Edit: And anyway my main method is CFOP..


----------



## Kirjava (Jul 6, 2011)

Diniz said:


> I never said it was a new idea, just pointing it out something i do when using petrus and zz for speed, because i fell more comfortable this way. For OH i use regular ZZ..
> 
> Edit: And anyway my main method is CFOP..



My original post was not serious and was making fun of you. Not sure if you realised that. 



Diniz said:


> The only real advantage of have the oriented top edges is ZBLL (or use it for OH)



I'm ****ing sick of some of the stuff I see on this forum.


----------



## Diniz (Jul 6, 2011)

Kirjava said:


> My original post was not serious and was making fun of you. Not sure if you realised that.


Yes i noticed, but i actually do that when playing with "petrus".



Kirjava said:


> I'm ****ing sick of some of the stuff I see on this forum.
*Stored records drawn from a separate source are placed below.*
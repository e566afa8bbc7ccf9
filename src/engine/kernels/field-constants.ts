/**
 * Per-frequency factors of the field kernels of a vertical source in the
 * uniform cavity (Nickolaenko & Hayakawa 2002; same form in Price 2016, Atmosphere 7, 116):
 *   E_r   = i nu(nu+1) M P_nu(-cos th) / (4 a^2 h eps0 w sin(pi nu))
 *   H_phi = M dP_nu(-cos th)/dth / (4 a h sin(pi nu)),  B = mu0 H.
 * For an intensity of 1 C^2 km^2/s (= 1e6 (A m)^2/Hz), power per unit intensity:
 *   ez = E_FACTOR |P|^2, E_FACTOR = 1e6 |nu(nu+1) / (4 a^2 h eps0 w sin(pi nu))|^2   [(V/m)^2/Hz]
 *   bh = B_FACTOR |dP/dth|^2, B_FACTOR = 1e6 |mu0 / (4 a h sin(pi nu))|^2            [T^2/Hz]
 */
import { EPS0, INTENSITY_TO_SI, MU0 } from '../constants';
import type { Nu } from '../cavity/types';

export function fieldFactors(nu: Nu, fHz: number, radiusM: number, heightM: number): { eFactor: number; bFactor: number } {
  const w = 2 * Math.PI * fHz;
  // |sin(pi nu)|^2 = sin^2(pi x) + sinh^2(pi y)
  const sx = Math.sin(Math.PI * nu.re);
  const sh = Math.sinh(Math.PI * nu.im);
  const sin2 = sx * sx + sh * sh;
  const lamRe = nu.re * (nu.re + 1) - nu.im * nu.im;
  const lamIm = nu.im * (2 * nu.re + 1);
  const lam2 = lamRe * lamRe + lamIm * lamIm;
  const eDen = 4 * radiusM * radiusM * heightM * EPS0 * w;
  const bDen = 4 * radiusM * heightM;
  return {
    eFactor: (INTENSITY_TO_SI * lam2) / (eDen * eDen * sin2),
    bFactor: (INTENSITY_TO_SI * MU0 * MU0) / (bDen * bDen * sin2),
  };
}
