/**
 * Table-free kernel evaluation: Ez and horizontal-B power per unit intensity
 * at one frequency and distance, straight from the Legendre functions. Used to
 * build kernel tables and as the reference they are checked against.
 */
import type { Cavity } from '../cavity/types';
import { LEGENDRE_OUT, legendreInto, prepareDegree } from '../special/legendre';
import { fieldFactors } from './field-constants';
import { KERNEL_MIN_THETA_DEG } from '../tolerances';
import { DEG } from '../constants';

export type DirectKernel = {
  /** (V/m)^2/Hz per C^2 km^2/s */
  ez: number;
  /** T^2/Hz per C^2 km^2/s, before projection on a coil */
  bh: number;
  /** d ez / d theta, d bh / d theta (per radian) */
  dEz: number;
  dBh: number;
};

/** theta is clamped to [KERNEL_MIN_THETA_DEG, 180 deg] like the tables (the source point itself is singular). */
export function directKernel(cavity: Cavity, fHz: number, theta: number): DirectKernel {
  theta = Math.min(Math.PI, Math.max(KERNEL_MIN_THETA_DEG * DEG, theta));
  const nu = cavity.nu(fHz);
  const { eFactor, bFactor } = fieldFactors(nu, fHz, cavity.radiusM, cavity.heightM);
  const out = new Float64Array(LEGENDRE_OUT);
  legendreInto(prepareDegree(nu.re, nu.im), theta, out);
  const [pRe, pIm, dRe, dIm, d2Re, d2Im] = out;
  const p2 = pRe * pRe + pIm * pIm;
  const d2 = dRe * dRe + dIm * dIm;
  return {
    ez: eFactor * p2,
    bh: bFactor * d2,
    dEz: eFactor * 2 * (pRe * dRe + pIm * dIm),
    dBh: bFactor * 2 * (dRe * d2Re + dIm * d2Im),
  };
}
Iam not as experienced as you but iam not that random too. I know almost full 2GLL (except sune and antisune, that i have no plans on learning), and now iam learning the correct cases ( C/C C/O, C/A, A/C, O/C) of all sets (except sune and antisune again).


I dont see how force oriented top edges can help get better avgs when all OLLs can be done so fast, and I cant see how COLL can help get better avgs if all PLLs can be done fast (3 people at least can do all of them sub1). So the only thing left is ZBLL.
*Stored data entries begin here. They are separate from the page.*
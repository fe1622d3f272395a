import { sql } from 'drizzle-orm'
import { type AnySQLiteColumn, index, integer, primaryKey, real, sqliteTable, text, uniqueIndex } from 'drizzle-orm/sqlite-core'
import { JURISDICTION_KINDS, ROLES } from '../../shared/types/roles'
import { BUILDING_TYPES, RULE_BUILDING_TYPES, RULE_KINDS } from '../../shared/rules/variables'
import { VERDICTS } from '../../shared/checks/verdicts'

const timestamps = {
  createdAt: integer({ mode: 'timestamp_ms' }).notNull().$defaultFn(() => new Date()),
  updatedAt: integer({ mode: 'timestamp_ms' }).notNull().$defaultFn(() => new Date()).$onUpdateFn(() => new Date()),
}

/** An authority having jurisdiction (AHJ). */
export const jurisdictions = sqliteTable('jurisdictions', {
  id: integer().primaryKey({ autoIncrement: true }),
  name: text().notNull(),
  kind: text({ enum: JURISDICTION_KINDS }).notNull(),
  stateCode: text().notNull(),
  contactEmail: text(),
  /** The zone map its editions use unless an edition names its own. */
  zoneMapId: integer().references((): AnySQLiteColumn => zoneMaps.id, { onDelete: 'restrict' }),
  notes: text().notNull().default(''),
  ...timestamps,
}, t => [uniqueIndex('jurisdictions_name_unique').on(t.name), index('jurisdictions_zone_map_idx').on(t.zoneMapId)])

/** What a jurisdiction covers: counties by FIPS (5 digits as text). */
export const jurisdictionCounties = sqliteTable('jurisdiction_counties', {
  jurisdictionId: integer().notNull().references(() => jurisdictions.id, { onDelete: 'cascade' }),
  countyFips: text().notNull(),
}, t => [primaryKey({ columns: [t.jurisdictionId, t.countyFips] }), index('jurisdiction_counties_fips_idx').on(t.countyFips)])

/** Optional: postal codes a jurisdiction covers (a city inside a county). */
export const jurisdictionPostalCodes = sqliteTable('jurisdiction_postal_codes', {
  jurisdictionId: integer().notNull().references(() => jurisdictions.id, { onDelete: 'cascade' }),
  postalCode: text().notNull(),
}, t => [primaryKey({ columns: [t.jurisdictionId, t.postalCode] }), index('jurisdiction_postal_codes_code_idx').on(t.postalCode)])

/**
 * A named climate-zone map (e.g. the 2021-edition map and the older one). Edited in place, every
 * change audited; `revision` counts changes so a check can record which state of the map it used.
 */
export const zoneMaps = sqliteTable('zone_maps', {
  id: integer().primaryKey({ autoIncrement: true }),
  name: text().notNull(),
  /** Which code edition's map this is, e.g. "IECC 2021". */
  edition: text().notNull().default(''),
  /** Where the admin took it from (data set, date). */
  source: text().notNull().default(''),
  revision: integer().notNull().default(0),
  ...timestamps,
}, t => [uniqueIndex('zone_maps_name_unique').on(t.name)])

/** County FIPS → climate zone, one row per county per map. */
export const zoneMapCounties = sqliteTable('zone_map_counties', {
  zoneMapId: integer().notNull().references(() => zoneMaps.id, { onDelete: 'cascade' }),
  countyFips: text().notNull(),
  zone: text().notNull(),
  countyName: text(),
  stateCode: text(),
}, t => [primaryKey({ columns: [t.zoneMapId, t.countyFips] })])

/**
 * A limits table for one code edition (e.g. "IECC 2015 air leakage"). Admins edit the draft
 * (`draftRules`); publishing freezes it into an immutable `ruleSetVersions` row.
 */
export const ruleSets = sqliteTable('rule_sets', {
  id: integer().primaryKey({ autoIncrement: true }),
  name: text().notNull(),
  /** The code, e.g. "IECC", "IRC", a program name. */
  code: text().notNull(),
  /** The edition, e.g. "2015". */
  edition: text().notNull(),
  description: text().notNull().default(''),
  /** Counts draft saves, so two admins cannot overwrite each other's draft unknowingly. */
  draftRevision: integer().notNull().default(0),
  ...timestamps,
}, t => [uniqueIndex('rule_sets_name_unique').on(t.name)])

/** The editable draft of a rule set: one row per rule. */
export const draftRules = sqliteTable('draft_rules', {
  id: integer().primaryKey({ autoIncrement: true }),
  ruleSetId: integer().notNull().references(() => ruleSets.id, { onDelete: 'cascade' }),
  key: text().notNull(),
  position: integer().notNull(),
  zones: text().notNull(),
  buildingType: text({ enum: RULE_BUILDING_TYPES }).notNull(),
  kind: text({ enum: RULE_KINDS }).notNull(),
  /** json-logic as JSON text. */
  logic: text().notNull(),
  summary: text().notNull().default(''),
  citationCode: text().notNull(),
  citationEdition: text().notNull(),
  citationSection: text().notNull(),
  notes: text().notNull().default(''),
}, t => [uniqueIndex('draft_rules_set_key_unique').on(t.ruleSetId, t.key), index('draft_rules_set_position_idx').on(t.ruleSetId, t.position)])

/**
 * A published version: the rules frozen as JSON (an array of RuleRow). Never updated or deleted;
 * checks record the id of the version that decided them.
 */
export const ruleSetVersions = sqliteTable('rule_set_versions', {
  id: integer().primaryKey({ autoIncrement: true }),
  ruleSetId: integer().notNull().references(() => ruleSets.id, { onDelete: 'restrict' }),
  number: integer().notNull(),
  note: text().notNull(),
  rules: text().notNull(),
  publishedById: integer().references(() => users.id, { onDelete: 'set null' }),
  /** Frozen with the version, so it reads the same after the account changes. */
  publishedByName: text().notNull(),
  publishedAt: integer({ mode: 'timestamp_ms' }).notNull().$defaultFn(() => new Date()),
}, t => [uniqueIndex('rule_set_versions_set_number_unique').on(t.ruleSetId, t.number)])

/**
 * A code edition a jurisdiction adopted, in force from `effectiveFrom` to `effectiveUntil`
 * (inclusive ISO dates; no end = still in force). Its limits come from a rule set, its zones from
 * its own zone map or else the jurisdiction's.
 */
export const adoptedEditions = sqliteTable('adopted_editions', {
  id: integer().primaryKey({ autoIncrement: true }),
  jurisdictionId: integer().notNull().references(() => jurisdictions.id, { onDelete: 'cascade' }),
  name: text().notNull(),
  ruleSetId: integer().notNull().references(() => ruleSets.id, { onDelete: 'restrict' }),
  zoneMapId: integer().references(() => zoneMaps.id, { onDelete: 'restrict' }),
  effectiveFrom: text().notNull(),
  effectiveUntil: text(),
  notes: text().notNull().default(''),
  ...timestamps,
}, t => [index('adopted_editions_jurisdiction_idx').on(t.jurisdictionId, t.effectiveFrom), index('adopted_editions_rule_set_idx').on(t.ruleSetId), index('adopted_editions_zone_map_idx').on(t.zoneMapId)])

/** Every change to the rule tables: who, when, what, before and after (JSON). */
export const auditLog = sqliteTable('audit_log', {
  id: integer().primaryKey({ autoIncrement: true }),
  at: integer({ mode: 'timestamp_ms' }).notNull().$defaultFn(() => new Date()),
  userId: integer().references(() => users.id, { onDelete: 'set null' }),
  userName: text().notNull(),
  action: text().notNull(),
  entityType: text().notNull(),
  entityId: integer().notNull(),
  summary: text().notNull(),
  before: text(),
  after: text(),
}, t => [index('audit_log_entity_idx').on(t.entityType, t.entityId, t.at), index('audit_log_at_idx').on(t.at)])

/**
 * One row (id 1): a counter bumped in the same transaction as every change to jurisdictions,
 * coverage, editions, zone maps and published versions. Each server process compares it with the
 * generation its in-memory rulebook was built from (server/utils/rulebook.ts).
 */
export const rulebookState = sqliteTable('rulebook_state', {
  id: integer().primaryKey(),
  generation: integer().notNull(),
})

export const users = sqliteTable('users', {
  id: integer().primaryKey({ autoIncrement: true }),
  // Stored lower-cased; the unique index on lower(email) guards against a writer that forgets.
  email: text().notNull(),
  name: text().notNull(),
  passwordHash: text().notNull(),
  role: text({ enum: ROLES }).notNull(),
  active: integer({ mode: 'boolean' }).notNull().default(true),
  jurisdictionId: integer().references(() => jurisdictions.id, { onDelete: 'set null' }),
  ...timestamps,
}, t => [
  uniqueIndex('users_email_unique').on(sql`lower(${t.email})`),
  index('users_jurisdiction_idx').on(t.jurisdictionId),
])

/**
 * Failed sign-in attempts, one row each, keyed by "email:<address>" and "ip:<address>".
 * Kept in the database so that several server processes share one limit.
 */
export const signInFailures = sqliteTable('sign_in_failures', {
  id: integer().primaryKey({ autoIncrement: true }),
  key: text().notNull(),
  at: integer().notNull(),
}, t => [index('sign_in_failures_key_at_idx').on(t.key, t.at)])

export type UserRow = typeof users.$inferSelect
export type NewUserRow = typeof users.$inferInsert
export type JurisdictionRow = typeof jurisdictions.$inferSelect
export type ZoneMapRow = typeof zoneMaps.$inferSelect
export type ZoneMapCountyRow = typeof zoneMapCounties.$inferSelect
export type RuleSetRow = typeof ruleSets.$inferSelect
export type DraftRuleRow = typeof draftRules.$inferSelect
export type RuleSetVersionRow = typeof ruleSetVersions.$inferSelect
export type AdoptedEditionRow = typeof adoptedEditions.$inferSelect
export type AuditRow = typeof auditLog.$inferSelect

/**
 * A self-check: inputs, the whole answer and the rule-set version that decided, as run.
 * The columns beside the JSON serve the "My checks" list and later queries.
 */
export const checks = sqliteTable('checks', {
  id: integer().primaryKey({ autoIncrement: true }),
  userId: integer().notNull().references(() => users.id, { onDelete: 'cascade' }),
  createdAt: integer({ mode: 'timestamp_ms' }).notNull().$defaultFn(() => new Date()),
  verdict: text({ enum: VERDICTS }).notNull(),
  jurisdictionId: integer().references(() => jurisdictions.id, { onDelete: 'set null' }),
  ruleSetVersionId: integer().references(() => ruleSetVersions.id, { onDelete: 'restrict' }),
  zone: text(),
  countyFips: text(),
  addressLine: text().notNull(),
  city: text().notNull(),
  stateCode: text().notNull(),
  postalCode: text().notNull(),
  permitDate: text().notNull(),
  buildingType: text({ enum: BUILDING_TYPES }).notNull(),
  cfm50: real().notNull(),
  ach50: real().notNull(),
  /** The validated request body, JSON. */
  request: text().notNull(),
  /** The answer as given (without its id), JSON. */
  response: text().notNull(),
}, t => [index('checks_user_idx').on(t.userId, t.id)])

export type CheckRow = typeof checks.$inferSelect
Of course iam talking about speed, for OH i use COLL and i think its extremely important.


----------



## Andrew Ricci (Jul 6, 2011)

Diniz said:


> I dont see how force oriented top edges can help get better avgs when all OLLs can be done so fast


 
You seriously think recognition for 57 cases is nearly as good if not as good as recognition for 7? And execution?


----------



## Diniz (Jul 6, 2011)

theanonymouscuber said:


> You seriously think recognition for 57 cases is nearly as good if not as good as recognition for 7? And execution?
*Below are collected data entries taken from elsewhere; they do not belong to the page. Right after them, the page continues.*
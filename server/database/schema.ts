import { sql } from 'drizzle-orm'
import { type AnySQLiteColumn, index, integer, primaryKey, real, sqliteTable, text, uniqueIndex } from 'drizzle-orm/sqlite-core'
import { JURISDICTION_KINDS, ROLES } from '../../shared/types/roles'
import { BUILDING_TYPES, RULE_BUILDING_TYPES, RULE_KINDS } from '../../shared/rules/variables'
import { VERDICTS } from '../../shared/checks/verdicts'
import { MAIL_KINDS, MAIL_STATUSES, TEST_STAGES, UPLOAD_KINDS, WIND_CONDITIONS } from '../../shared/filings/constants'
import { FILING_ACTIONS, FILING_STATES } from '../../shared/filings/states'

const timestamps = {
  createdAt: integer({ mode: 'timestamp_ms' }).notNull().$defaultFn(() => new Date()),
  updatedAt: integer({ mode: 'timestamp_ms' }).notNull().$defaultFn(() => new Date()).$onUpdateFn(() => new Date()),
}

/** An authority having jurisdiction (AHJ). */
export const jurisdictions = sqliteTable('jurisdictions', {
  id: integer().primaryKey({ autoIncrement: true }),
  name: text().notNull(),
  kind: text({ enum: JURISDICTION_KINDS }).notNull(),
  stateCode: text().notNull(),
  contactEmail: text(),
  /** The zone map its editions use unless an edition names its own. */
  zoneMapId: integer().references((): AnySQLiteColumn => zoneMaps.id, { onDelete: 'restrict' }),
  notes: text().notNull().default(''),
  ...timestamps,
}, t => [uniqueIndex('jurisdictions_name_unique').on(t.name), index('jurisdictions_zone_map_idx').on(t.zoneMapId)])

/** What a jurisdiction covers: counties by FIPS (5 digits as text). */
export const jurisdictionCounties = sqliteTable('jurisdiction_counties', {
  jurisdictionId: integer().notNull().references(() => jurisdictions.id, { onDelete: 'cascade' }),
  countyFips: text().notNull(),
}, t => [primaryKey({ columns: [t.jurisdictionId, t.countyFips] }), index('jurisdiction_counties_fips_idx').on(t.countyFips)])

/** Optional: postal codes a jurisdiction covers (a city inside a county). */
export const jurisdictionPostalCodes = sqliteTable('jurisdiction_postal_codes', {
  jurisdictionId: integer().notNull().references(() => jurisdictions.id, { onDelete: 'cascade' }),
  postalCode: text().notNull(),
}, t => [primaryKey({ columns: [t.jurisdictionId, t.postalCode] }), index('jurisdiction_postal_codes_code_idx').on(t.postalCode)])

/**
 * A named climate-zone map (e.g. the 2021-edition map and the older one). Edited in place, every
 * change audited; `revision` counts changes so a check can record which state of the map it used.
 */
export const zoneMaps = sqliteTable('zone_maps', {
  id: integer().primaryKey({ autoIncrement: true }),
  name: text().notNull(),
  /** Which code edition's map this is, e.g. "IECC 2021". */
  edition: text().notNull().default(''),
  /** Where the admin took it from (data set, date). */
  source: text().notNull().default(''),
  revision: integer().notNull().default(0),
  ...timestamps,
}, t => [uniqueIndex('zone_maps_name_unique').on(t.name)])

/** County FIPS → climate zone, one row per county per map. */
export const zoneMapCounties = sqliteTable('zone_map_counties', {
  zoneMapId: integer().notNull().references(() => zoneMaps.id, { onDelete: 'cascade' }),
  countyFips: text().notNull(),
  zone: text().notNull(),
  countyName: text(),
  stateCode: text(),
}, t => [primaryKey({ columns: [t.zoneMapId, t.countyFips] })])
An average cuber (13-15 avg) can recognize any OLL case blazing fast and its easy to sub1 most of them.

The price for oriented edges both in ZZ and Petrus is too high to pay. (2H point of view)


----------



## Andrew Ricci (Jul 6, 2011)

Diniz said:


> An average cuber (13-15 avg) can recognize any OLL case blazing fast and its easy to sub1 most of them.
> 
> The price for oriented edges both in ZZ and Petrus is too high to pay. (2H point of view)


 
Well, if you're comparing full OLL without edge orientation vs OCLL with edge orientation, then yes.


----------



## Kirjava (Jul 6, 2011)

Diniz said:


> Yes i noticed, but i actually do that when playing with "petrus".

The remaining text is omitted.